- **To do**:
Select and copy out every line in the records containing "math".

- **Given information**:
"""Numbers that no honest loop has: refused with their place, or answered rightly, and nothing else."""

from __future__ import annotations

import json
import math
from typing import Any

import pytest

from service.documents.errors import InvalidDocument
from service.documents.recomputations import answer
from service.documents.writing import to_bytes
from tests.documents.requests import REQUEST, accepted, changed, refused_at

MANY = [1.0] * 1001

REFUSED: list[tuple[str, object]] = [
    ("/plant_model/time_constant_s", 0),
    ("/plant_model/dead_time_s", -1e-9),
    ("/plant_model/identified_at_scan_s", -1.0),
    ("/plant_model/uncertainty", {"gain": [0.0, 1.0]}),
    ("/plant_model/uncertainty", {"gain": [1.1, 1.2]}),
    ("/plant_model/uncertainty", {"dead_time_extra_s": [0, -1]}),
    ("/controller/proportional/value", -2.0),
    ("/controller/proportional/value", 0),
    ("/controller/integral/value", 0),
    ("/controller/integral/value", -40),
    ("/controller/derivative/value", 0),
    ("/controller/derivative/value", -1),
    ("/controller/derivative_filter/value", 0),
    ("/controller/measurement_filter_s", -0.5),
    ("/controller/scan", {"interval_s": 0}),
    ("/controller/scan", {"interval_s": -1}),
    ("/controller/scan", {"interval_s": 1, "output_delay_s": -1}),
    ("/controller/scan", {"interval_s": 1, "method": "forward_difference"}),
    ("/controller/proportional", {"value": 0, "unit": "percent_band"}),
]

REFUSED_PLANTS: list[tuple[dict[str, Any], str]] = [
    ({"kind": "transfer_function", "numerator": [], "denominator": [1.0]}, "numerator"),
    ({"kind": "transfer_function", "numerator": [1.0], "denominator": []}, "denominator"),
    ({"kind": "transfer_function", "numerator": [0.0], "denominator": [1.0, 1.0]}, "numerator"),
    ({"kind": "transfer_function", "numerator": [1.0], "denominator": [0.0, 0.0]}, "denominator"),
    ({"kind": "transfer_function", "numerator": [1.0, 0.0], "denominator": [1.0]}, "numerator"),
    ({"kind": "transfer_function", "numerator": [1.0, 0.0], "denominator": [0.0, 1.0]}, "numerator"),
    ({"kind": "transfer_function", "numerator": [1.0], "denominator": MANY}, "denominator"),
    ({"kind": "transfer_function", "numerator": [1.0, True], "denominator": [1.0, 1.0]}, "numerator/1"),
    ({"kind": "transfer_function", "numerator": [1.0], "denominator": [1.0, "2"]}, "denominator/1"),
    ({"kind": "zeros_poles_gain", "zeros_rad_s": [-1.0], "poles_rad_s": [], "gain": 1.0}, "zeros_rad_s"),
    (
        {"kind": "zeros_poles_gain", "zeros_rad_s": [], "poles_rad_s": [[-1.0, 2.0]], "gain": 1.0},
        "poles_rad_s/0",
    ),
    ({"kind": "zeros_poles_gain", "zeros_rad_s": [], "poles_rad_s": MANY, "gain": 1.0}, "poles_rad_s"),
    ({"kind": "second_order", "gain": 1.0, "time_constants_s": [1.0, 0.0]}, "time_constants_s/1"),
    ({"kind": "second_order", "gain": 1.0, "time_constants_s": [1.0]}, "time_constants_s/1"),
    (
        {"kind": "second_order", "gain": 1.0, "natural_frequency_rad_s": 0.0, "damping_ratio": 1.0},
        "natural_frequency_rad_s",
    ),
    ({"kind": "state_space", "a": [], "b": [], "c": []}, "a"),
    ({"kind": "state_space", "a": [[1.0, 2.0]], "b": [1.0], "c": [1.0]}, "a/0"),
    (
        {
            "kind": "frequency_response",
            "frequencies_rad_s": [1.0, 1.0],
            "response": [[1.0, 0.0]] * 2,
            "unstable_poles": 0,
        },
        "frequencies_rad_s/1",
    ),
    (
        {
            "kind": "frequency_response",
            "frequencies_rad_s": [1.0, 2.0],
            "response": [[1.0, 0.0]] * 2,
            "unstable_poles": -1,
        },
        "unstable_poles",
    ),
]

EXTREMES = [5e-324, 1e-300, 1e-100, 1e-12, 1e12, 1e100, 1e300, 1.7976931348623157e308]
EXTREME_PLACES = [
    "/plant_model/gain",
    "/plant_model/time_constant_s",
    "/plant_model/dead_time_s",
    "/controller/proportional/value",
    "/controller/integral/value",
    "/controller/derivative/value",
    "/controller/derivative_filter/value",
    "/controller/measurement_filter_s",
]


@pytest.mark.parametrize(("pointer", "value"), REFUSED, ids=str)
def test_a_value_that_no_loop_has_is_refused_at_its_place(pointer: str, value: object) -> None:
    places = refused_at(changed(pointer, value))
    assert len(places) == 1
    assert places[0].startswith(pointer)


@pytest.mark.parametrize(("plant", "place"), REFUSED_PLANTS, ids=lambda told: str(told)[:60])
def test_a_plant_that_cannot_be_is_refused_at_its_place(plant: dict[str, Any], place: str) -> None:
    assert refused_at(changed("/plant_model", plant)) == [f"/plant_model/{place}"]


def numbers(value: object) -> list[float]:
    if isinstance(value, dict):
        return [number for item in value.values() for number in numbers(item)]
    if isinstance(value, list):
        return [number for item in value for number in numbers(item)]
    return [value] if isinstance(value, float) else []


@pytest.mark.parametrize("value", EXTREMES)
@pytest.mark.parametrize("pointer", EXTREME_PLACES)
@pytest.mark.filterwarnings("error")
def test_an_extreme_number_is_answered_or_refused_and_nothing_else(pointer: str, value: float) -> None:
    request = accepted(changed(pointer, value))
    try:
        answered = json.loads(to_bytes(answer(request)))
    except InvalidDocument as refusal:
        answered = {"refused_at": [problem.pointer for problem in refusal.errors]}
    if answered.get("refused_at"):
        return
    assert answered["verdict"] in ("stable", "unstable", "undecided")
    assert all(math.isfinite(number) for number in numbers(answered))


@pytest.mark.parametrize("pointer", ["/plant_model/gain_basis", "/controller/gain_basis"])
def test_engineering_units_without_ranges_are_refused_where_they_are_asked_for(pointer: str) -> None:
    with pytest.raises(InvalidDocument) as caught:
        answer(accepted(changed(pointer, "engineering_units")))
    assert [problem.pointer for problem in caught.value.errors] == [pointer]


def test_a_loop_without_a_solution_is_refused() -> None:
    plant = {"kind": "transfer_function", "numerator": [-0.5], "denominator": [1.0]}
    gain = {"value": 2, "unit": "gain"}
    request = changed("/plant_model", plant)
    request["controller"] = {"form": "ideal", "action": "reverse", "proportional": gain}
    with pytest.raises(InvalidDocument, match="ill-posed"):
        answer(accepted(request))


def test_the_same_request_gives_the_same_answer() -> None:
    assert to_bytes(answer(accepted(REQUEST))) == to_bytes(answer(accepted(REQUEST)))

- **Response**:
import math
    assert all(math.isfinite(number) for number in numbers(answered))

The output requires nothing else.